Accuracy of the zeroth- and second-order shallow-ice approximation – numerical and theoretical results

Abstract

Abstract. In ice sheet modelling, the shallow-ice approximation (SIA) and second-order shallow-ice approximation (SOSIA) schemes are approaches to approximate the solution of the full Stokes equations governing ice sheet dynamics. This is done by writing the solution to the full Stokes equations as an asymptotic expansion in the aspect ratio ε, i.e. the quotient between a characteristic height and a characteristic length of the ice sheet. SIA retains the zeroth-order terms and SOSIA the zeroth-, first-, and second-order terms in the expansion.

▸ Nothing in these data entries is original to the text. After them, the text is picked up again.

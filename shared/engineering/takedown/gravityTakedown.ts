import type { GravityCase, Model } from '../model/model.ts';
import { gravityCases } from '../model/model.ts';
import { poundsPerKip } from '../units.ts';

import { centroidShiftIn } from './centroidShift.ts';
import { liveReductionFactor } from './liveReduction.ts';

const cubicInchesPerCubicFoot = 1728;

/** Summed over levels at and above, at the bottom of each story; `[story * walls + wall]`, kip and kip-in. */
export interface GravityTakedown {
  readonly axialKip: Readonly<Record<GravityCase, Float64Array>>;
  readonly momentKipIn: Readonly<Record<GravityCase, Float64Array>>;
  /** part of L that keeps a factor of at least 1.0 in the standard's combinations */
  readonly fullLive: { readonly axialKip: Float64Array; readonly momentKipIn: Float64Array };
  /** factor on the reducible live load, `[story * walls + wall]`; 1 where nothing is reduced */
  readonly liveFactor: Float64Array;
  /** live load that the reduction took off, summed at and above, kip; not in `axialKip.L` */
  readonly reducedOffKip: Float64Array;
  /** self-weight of each story's wall alone, kip */
  readonly selfWeightKip: Float64Array;
}

/**
 * Self-weight of each wall in each story, kip: t l h w (1 - opening), once; zero where it is not asked for.
 */
export function selfWeights(model: Model): Float64Array {
  const { settings, stories, walls } = model;
  const weights = new Float64Array(stories.length * walls.length);
  if (!settings.selfWeight) return weights;
  walls.forEach((wall, wallIndex) => {
    for (const segment of wall.segments) {
      const height = stories[segment.story]?.heightIn ?? 0;
      const volumeIn3 = segment.thicknessIn * segment.lengthIn * height * (1 - segment.opening);
      weights[segment.story * walls.length + wallIndex] =
        (volumeIn3 / cubicInchesPerCubicFoot) * (settings.concreteWeightPcf / poundsPerKip);
    }
  });
  return weights;
}

/**
 * Gravity down each wall. Axial: sums at and above, self-weight in D. Moment: P e of every level, and where a band's centroid
 * moves by e = upper less lower along the wall, the axial from above times e (engineering.md sections 1 and 4).
 */
export function gravityTakedown(model: Model): GravityTakedown {
  const { stories, walls, gravity } = model;
  const size = stories.length * walls.length;
  const selfWeightKip = selfWeights(model);
  const columns = (): Record<GravityCase, Float64Array> => ({
    D: new Float64Array(size),
    L: new Float64Array(size),
    Lr: new Float64Array(size),
    S: new Float64Array(size),
  });
  const axialKip = columns();
  const momentKipIn = columns();
  for (const name of gravityCases) {
    sumDown(model, gravity.axialKip[name], gravity.momentKipIn[name], axialKip[name], momentKipIn[name]);
  }
  addSelfWeight(model, selfWeightKip, axialKip.D, momentKipIn.D);
  const column = () => new Float64Array(size);
  const fullLive = { axialKip: column(), momentKipIn: column() };
  sumDown(model, gravity.full.axialKip, gravity.full.momentKipIn, fullLive.axialKip, fullLive.momentKipIn);
  const liveFactor = column().fill(1);
  const reducedOffKip = column();
  if (model.settings.liveReduction) reduceLive(model, axialKip.L, momentKipIn.L, liveFactor, reducedOffKip);
  return { axialKip, momentKipIn, fullLive, liveFactor, reducedOffKip, selfWeightKip };
}

/** Sums of loads at and above; moments of their eccentricity and of the axial from above where the centroid moves. */
function sumDown(
  model: Model,
  levelAxial: Float64Array,
  levelMoment: Float64Array,
  axialKip: Float64Array,
  momentKipIn: Float64Array,
): void {
  const walls = model.walls.length;
  model.walls.forEach((wall, wallIndex) => {
    let axial = 0;
    let moment = 0;
    for (let story = wall.toStory; story >= wall.fromStory; story -= 1) {
      const at = story * walls + wallIndex;
      moment += axial * centroidShiftIn(wall, story) + (levelMoment[at] ?? 0);
      axial += levelAxial[at] ?? 0;
      axialKip[at] = axial;
      momentKipIn[at] = moment;
    }
  });
}

/** Self-weight of the stories, each hanging at its own centroid. */
function addSelfWeight(model: Model, weights: Float64Array, axialKip: Float64Array, momentKipIn: Float64Array): void {
  const walls = model.walls.length;
  model.walls.forEach((wall, wallIndex) => {
    let axial = 0;
    let moment = 0;
    for (let story = wall.toStory; story >= wall.fromStory; story -= 1) {
      const at = story * walls + wallIndex;
      moment += axial * centroidShiftIn(wall, story);
      axial += weights[at] ?? 0;
      axialKip[at] = (axialKip[at] ?? 0) + axial;
      momentKipIn[at] = (momentKipIn[at] ?? 0) + moment;
    }
  });
}

/** Takes the reduction of 4.7.2 off the reducible part of L, by the area and the floors summed down to each story. */
function reduceLive(
  model: Model,
  axialKip: Float64Array,
  momentKipIn: Float64Array,
  liveFactor: Float64Array,
  reducedOffKip: Float64Array,
): void {
  const walls = model.walls.length;
  const { reducible } = model.gravity;
  const sumAxial = new Float64Array(axialKip.length);
  const sumMoment = new Float64Array(axialKip.length);
  sumDown(model, reducible.axialKip, reducible.momentKipIn, sumAxial, sumMoment);
  model.walls.forEach((wall, wallIndex) => {
    let areaIn2 = 0;
    let floors = 0;
    for (let story = wall.toStory; story >= wall.fromStory; story -= 1) {
      const at = story * walls + wallIndex;
      areaIn2 += reducible.areaIn2[at] ?? 0;
      floors += reducible.floors[at] ?? 0;
      const factor = liveReductionFactor(areaIn2, floors, model.settings.kll);
      liveFactor[at] = factor;
      reducedOffKip[at] = (1 - factor) * (sumAxial[at] ?? 0);
      axialKip[at] = (axialKip[at] ?? 0) - (reducedOffKip[at] ?? 0);
      momentKipIn[at] = (momentKipIn[at] ?? 0) - (1 - factor) * (sumMoment[at] ?? 0);
    }
  });
}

Here, we evaluate the order of accuracy of SIA and SOSIA by numerically solving a two-dimensional model problem for different values of ε, and comparing the solutions with afinite element solution to the full Stokes equations obtained from Elmer/Ice. The SIA and SOSIA solutions are also derived analytically for the model problem. For decreasing ε, the computed errors in SIA and SOSIA decrease, but not always in the expected way. Moreover, they depend critically on a parameter introduced to avoid singularities in Glen's flow law in the ice model. This is because the assumptions behind the SIA and SOSIA neglect a thick, high-viscosity boundary layer near the ice surface. The sensitivity to the parameter is explained by the analytical solutions. As a verification of the comparison technique, the SIA and SOSIA solutions for a fluid with Newtonian rheology are compared to the solutions by Elmer/Ice, with results agreeing very well with theory.